7. Handle nullable map values
Maps are slightly special because map[key] already returns a nullable value.
val ages: Map<String, Int> = mapOf(
"Ana" to 28,
"Ben" to 31
)
val anaAge = ages["Ana"] // Int?
val missingAge = ages["Sam"] // Int?
println(anaAge) // 28
println(missingAge) // null
Even if the map type is Map<String, Int>, lookup returns Int? because the key might not exist.
Use Elvis to provide a default:
val samAge = ages["Sam"] ?: 0
println(samAge) // 0
8. Distinguish missing keys from null values
If your map value type is nullable, there are two possible meanings for null:
val scores: Map<String, Int?> = mapOf(
"Ana" to 100,
"Ben" to null
)
println(scores["Ben"]) // null
println(scores["Sam"]) // null
Both return null, but for different reasons:
"Ben"exists and has a null value"Sam"does not exist
Use containsKey() when you need to distinguish them.
val key = "Ben"
if (scores.containsKey(key)) {
println("Key exists with value: ${scores[key]}")
} else {
println("Key does not exist")
}
9. Use getValue only when the key must exist
getValue() returns a non-nullable value if the map value type is non-nullable, but throws if the key is missing.
val ages = mapOf(
"Ana" to 28,
"Ben" to 31
)
val age = ages.getValue("Ana")
println(age) // 28
But this throws:
val missing = ages.getValue("Sam") // NoSuchElementException
Use it when missing keys are a programming error, not normal data.

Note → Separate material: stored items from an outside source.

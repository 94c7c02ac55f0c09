package chem

import (
	"errors"
	"math"
	"strings"
	"testing"
)

// TestDensityLeaveOneOut takes every inner row out of its series in turn and reads
// it off the others: the table has to predict its own rows. The rows' sources
// disagree by up to 0.0015 g/mL (README of the tables); wide steps, as 60 to 80 %
// of an alcohol, are worth less.
func TestDensityLeaveOneOut(t *testing.T) {
	var worst float64
	for cas, d := range densityTables() {
		if cas == hypochloriteCAS {
			continue // five products, not a series
		}
		for _, c := range d.curves {
			for i := 1; i < len(c.xs)-1; i++ {
				xs := append(append([]float64{}, c.xs[:i]...), c.xs[i+1:]...)
				ys := append(append([]float64{}, c.ys[:i]...), c.ys[i+1:]...)
				off := math.Abs(newCurve(xs, ys).at(c.xs[i])-c.ys[i]) / 1e3
				limit := 0.0016
				if c.xs[i+1]-c.xs[i-1] > 0.08 {
					limit = 0.008
				}
				if off > limit {
					t.Errorf("%s at %v °C, %v %%: %.4f g/mL off", d.name, c.at.Celsius(), 100*c.xs[i], off)
				}
				worst = max(worst, off)
			}
		}
	}
	t.Logf("worst row: %.4f g/mL", worst)
}

// TestDensityPublished checks the model, which carries no row of these, against
// handbook densities at 20 °C (from memory, Perry's tables), and the tables away
// from their own temperature.
func TestDensityPublished(t *testing.T) {
	tests := []struct {
		cas     string
		percent float64
		celsius float64
		want    float64 // g/mL
		within  float64
		source  string
	}{
		{"1310-73-2", 10.71, 25, 1.11402, 0.001, "3 mol/kg sodium hydroxide, published table of estimates at 25 °C (read)"},
		{"1310-73-2", 19.36, 40, 1.20013, 0.0025, "6 mol/kg sodium hydroxide, the same at 40 °C (read)"},
		{"1310-73-2", 19.36, 70, 1.18192, 0.003, "6 mol/kg sodium hydroxide, the same at 70 °C (read)"},
		{"1310-73-2", 50, 40, 1.5109, 0.004, "sodium hydroxide, Perry at 40 °C, from memory"},
		{"7697-37-2", 15.90, 25, 1.08718, 0.001, "3 mol/kg nitric acid, the same at 25 °C (read)"},
		{"7697-37-2", 27.44, 55, 1.13654, 0.002, "6 mol/kg nitric acid, the same at 55 °C (read)"},
		{"7697-37-2", 14, 50, 1.0624, 0.001, "nitric acid, Perry at 50 °C (read)"},
		{"7697-37-2", 14, 5, 1.0845, 0.0015, "nitric acid, Perry at 5 °C (read)"},
		{"64-19-7", 50, 20, 1.0575, 0.001, "acetic acid, Perry, from memory"},
		{"64-19-7", 100, 20, 1.0498, 0.001, "acetic acid, Perry, from memory"},
		{"7664-41-7", 24, 20, 0.9101, 0.002, "ammonia, Perry, from memory"},
		{"7722-84-1", 30, 20, 1.112, 0.002, "hydrogen peroxide, maker's table, from memory"},
		{"7664-93-9", 50, 40, 1.3795, 0.002, "sulfuric acid, Perry at 40 °C, from memory"},
		{"7647-14-5", 26, 80, 1.1660, 0.003, "sodium chloride, Perry at 80 °C, from memory"},
		{"7732-18-5", 0, 4, 0.99997, 0.0001, "water at 4 °C, OpenStax Chemistry 2e table E1"},
		{"7732-18-5", 0, 25, 0.99705, 0.0001, "water at 25 °C, OpenStax Chemistry 2e table E1"},
	}
	for _, c := range tests {
		got, err := SolutionDensity(c.cas, Fraction(c.percent/100), Celsius(c.celsius))
		if err != nil || math.Abs(got.GramsPerMillilitre()-c.want) > c.within {
			t.Errorf("%s, %v %% at %v °C: %.4f g/mL, %v; want %v", c.source, c.percent, c.celsius, got.GramsPerMillilitre(), err, c.want)
		}
	}
}

// TestModelArithmetic checks the published test value of the model's formulas
// (sodium chloride, w = 0.0037838838 at 0 °C: 1002.625 kg/m³, the
// check value in the source of the coefficients).
func TestModelArithmetic(t *testing.T) {
	m := densityTables()["7647-14-5"].model
	if got := m.at(0.0037838838, ZeroCelsius); math.Abs(got-1002.6250120185854) > 1e-6 {
		t.Errorf("density of 0.378 %% NaCl at 0 °C = %v, want 1002.62501", got)
	}
	h := heatTables()["7647-14-5"].model
	const w, apparent = 0.00398447, -2930.7353945880477
	want := (1-w)*waterHeatCapacity + w*apparent
	if got := h.at(w, Celsius(1.5)); math.Abs(got-want) > 1e-6 {
		t.Errorf("heat capacity of 0.398 %% NaCl at 1.5 °C = %v, want %v", got, want)
	}
}

// TestDensityIsMonotone checks that no series turns back between its rows: all rise
// with strength except those that fall throughout (alcohols, acetone), and sulfuric
// acid has its one maximum at 97 to 98 %.
func TestDensityIsMonotone(t *testing.T) {
	falling := map[string]bool{"71-23-8": true, "67-63-0": true, "67-64-1": true, "64-17-5": true, "67-56-1": true}
	for cas, d := range densityTables() {
		for _, c := range d.curves {
			last := c.rho(c.low())
			for w := c.low(); w <= c.high(); w += 0.0005 {
				rho := c.rho(w)
				rise := rho - last
				if falling[cas] {
					rise = -rise
				}
				if rise < -1e-9 && !(cas == sulfuricCAS && w > 0.97) {
					t.Fatalf("%s turns back at %.2f %%", d.name, 100*w)
				}
				last = rho
			}
		}
	}
	best, at := 0.0, 0.0
	for w := 0.9; w <= 1; w += 0.0005 {
		if rho, _ := SolutionDensity(sulfuricCAS, Fraction(w), Celsius(20)); float64(rho) > best {
			best, at = float64(rho), w
		}
	}
	if at < 0.965 || at > 0.985 {
		t.Errorf("sulfuric acid is densest at %.1f %%, want 97 to 98 %% (README of the tables)", 100*at)
	}
}

func TestDensityRefuses(t *testing.T) {
	tests := []struct {
		name string
		cas  string
		w    Fraction
		at   Temperature
		want error
	}{
		{"120 %", sulfuricCAS, 1.2, Celsius(20), ErrOutOfRange},
		{"-1 %", sulfuricCAS, -0.01, Celsius(20), ErrOutOfRange},
		{"no number", sulfuricCAS, Fraction(math.NaN()), Celsius(20), ErrOutOfRange},
		{"no temperature", sulfuricCAS, 0.5, Temperature(math.NaN()), nil},
		{"96 % at 60 °C", sulfuricCAS, 0.96, Celsius(60), ErrOutOfRange},
		{"saturated brine at 30 %", "7647-14-5", 0.3, Celsius(20), ErrOutOfRange},
		{"unknown", "1-2-3", 0.3, Celsius(20), ErrNoData},
	}
	for _, c := range tests {
		rho, err := SolutionDensity(c.cas, c.w, c.at)
		if err == nil || rho != 0 || (c.want != nil && !errors.Is(err, c.want)) {
			t.Errorf("%s: SolutionDensity = %v, %v; want an error of kind %v", c.name, rho, err, c.want)
		}
	}
	_, err := SolutionDensity(sulfuricCAS, 0.96, Celsius(60))
	if want := "20 to 25 °C"; err == nil || !strings.Contains(err.Error(), want) {
		t.Errorf("error %q doesn't name the range %q", err, want)
	}
}

// TestDensityJoins checks that the temperature correction leaves no step where
// table and model meet.
func TestDensityJoins(t *testing.T) {
	for _, cas := range []string{sulfuricCAS, "7647-01-0", "7664-38-2", "7647-14-5", "584-08-7"} {
		for _, w := range []Fraction{0.05, 0.1, 0.2} {
			var last Density
			for c := 16.0; c < 40; c += 0.05 {
				rho, err := SolutionDensity(cas, w, Celsius(c))
				if err != nil {
					t.Fatal(err)
				}
				if last != 0 && math.Abs(float64(rho-last)) > 0.35 {
					t.Errorf("%s %v at %.2f °C: step of %v kg/m³", cas, w, c, rho-last)
				}
				last = rho
			}
		}
	}
}

// TestHeatCapacityPublished checks against METHODS c' (about 1.4 J/g/K for 98 %
// sulfuric acid, 4.2 for water) and handbook values from memory.
func TestHeatCapacityPublished(t *testing.T) {
	tests := []struct {
		cas        string
		w, want, d float64
	}{
		{sulfuricCAS, 0.98, 1.41, 0.03},
		{sulfuricCAS, 0, 4.18, 0.01},
		{sulfuricCAS, 0.10, 3.83, 0.1},  // Perry, from memory
		{sulfuricCAS, 0.50, 2.51, 0.1},  // Perry, from memory
		{"1310-73-2", 0.10, 3.77, 0.1},  // Perry, from memory
		{"7647-14-5", 0.20, 3.41, 0.05}, // handbook, from memory
		{"7664-38-2", 0.85, 1.9, 0.15},  // handbook, from memory
		{"7697-37-2", 0.68, 2.60, 0.05}, // Perry's table itself
		{"7647-01-0", 0.12, 3.4, 0.12},  // between model and table
	}
	for _, c := range tests {
		got, err := SolutionHeatCapacity(c.cas, Fraction(c.w))
		if err != nil || math.Abs(float64(got)/1e3-c.want) > c.d {
			t.Errorf("%s at %v: %v J/(g K), %v; want %v", c.cas, c.w, float64(got)/1e3, err, c.want)
		}
	}
}

// TestExpansion checks that every model has a thermal expansion that water and its
// solutions can have between 20 and 30 °C: 0.01 to
// 0.16 % a kelvin, the most of it in strong ammonia.
func TestExpansion(t *testing.T) {
	for cas, d := range densityTables() {
		m := d.model
		if m == nil || !m.covers(0, Celsius(20)) || !m.covers(0, Celsius(30)) {
			continue
		}
		for _, share := range []float64{0.25, 0.5, 0.75, 1} {
			w := m.most * share
			per := (m.at(w, Celsius(20)) - m.at(w, Celsius(30))) / m.at(w, Celsius(25)) / 10
			if per < 0.0001 || per > 0.0016 {
				t.Errorf("%s %s at %.3g: %.5f a kelvin", cas, d.name, w, per)
			}
		}
	}
}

10. Safely work with nullable maps
If the map itself may be null, use ?., ?:, or orEmpty().
val ages: Map<String, Int>? = null
val anaAge = ages?.get("Ana") ?: 0
println(anaAge) // 0
Or iterate safely:
val ages: Map<String, Int>? = null
for ((name, age) in ages.orEmpty()) {
println("$name is $age")
}
11. Combine map lookup with let
Use let to run code only when a lookup succeeds.
val ages = mapOf(
"Ana" to 28,
"Ben" to 31
)
ages["Ana"]?.let { age ->
println("Ana is $age years old")
}
If the key is missing, the block is skipped.
ages["Sam"]?.let { age ->
println("Sam is $age years old")
}
12. Use safe casts with collections
When working with mixed data, use as? and filterIsInstance.
val items: List<Any?> = listOf("Kotlin", 42, null, "Java")
val strings = items.filterIsInstance<String>()
println(strings) // [Kotlin, Java]
For a single value:
val item: Any? = "Kotlin"
val text: String? = item as? String
println(text?.uppercase()) // KOTLIN
13. Common patterns
Default empty list
fun printNames(names: List<String>?) {
names.orEmpty().forEach { name ->
println(name)
}
}
Remove nulls before processing
val emails: List<String?> = listOf("[email protected]", null, "[email protected]")
val normalized = emails
.filterNotNull()
.map { it.lowercase() }
println(normalized)
Safe map lookup with default
val settings = mapOf(
"theme" to "dark"
)
val theme = settings["theme"] ?: "light"
println(theme)
Safe nested lookup
val users: Map<String, Map<String, String>> = mapOf(
"ana" to mapOf("city" to "Paris")
)
val city = users["ana"]?.get("city") ?: "Unknown"
println(city) // Paris
Quick guide
| Situation | Use |
|---|---|
| Collection itself may be null | collection?.size, collection.orEmpty() |
| Element may be null | filterNotNull(), ?.let { } |
| Index may be invalid | getOrNull(index) |
| Need first matching item safely | firstOrNull { }, find { } |
| Transform and skip null results | mapNotNull { } |
| Map key may be missing | map[key] ?: default |
| Need to know if key exists | containsKey(key) |
| Missing key should be an error | getValue(key) |
| Nullable map iteration | map.orEmpty() |
In general, prefer safe calls, Elvis defaults, orEmpty(), filterNotNull(), mapNotNull(), and safe collection accessors like getOrNull() and firstOrNull() instead of using !! or assuming values are present.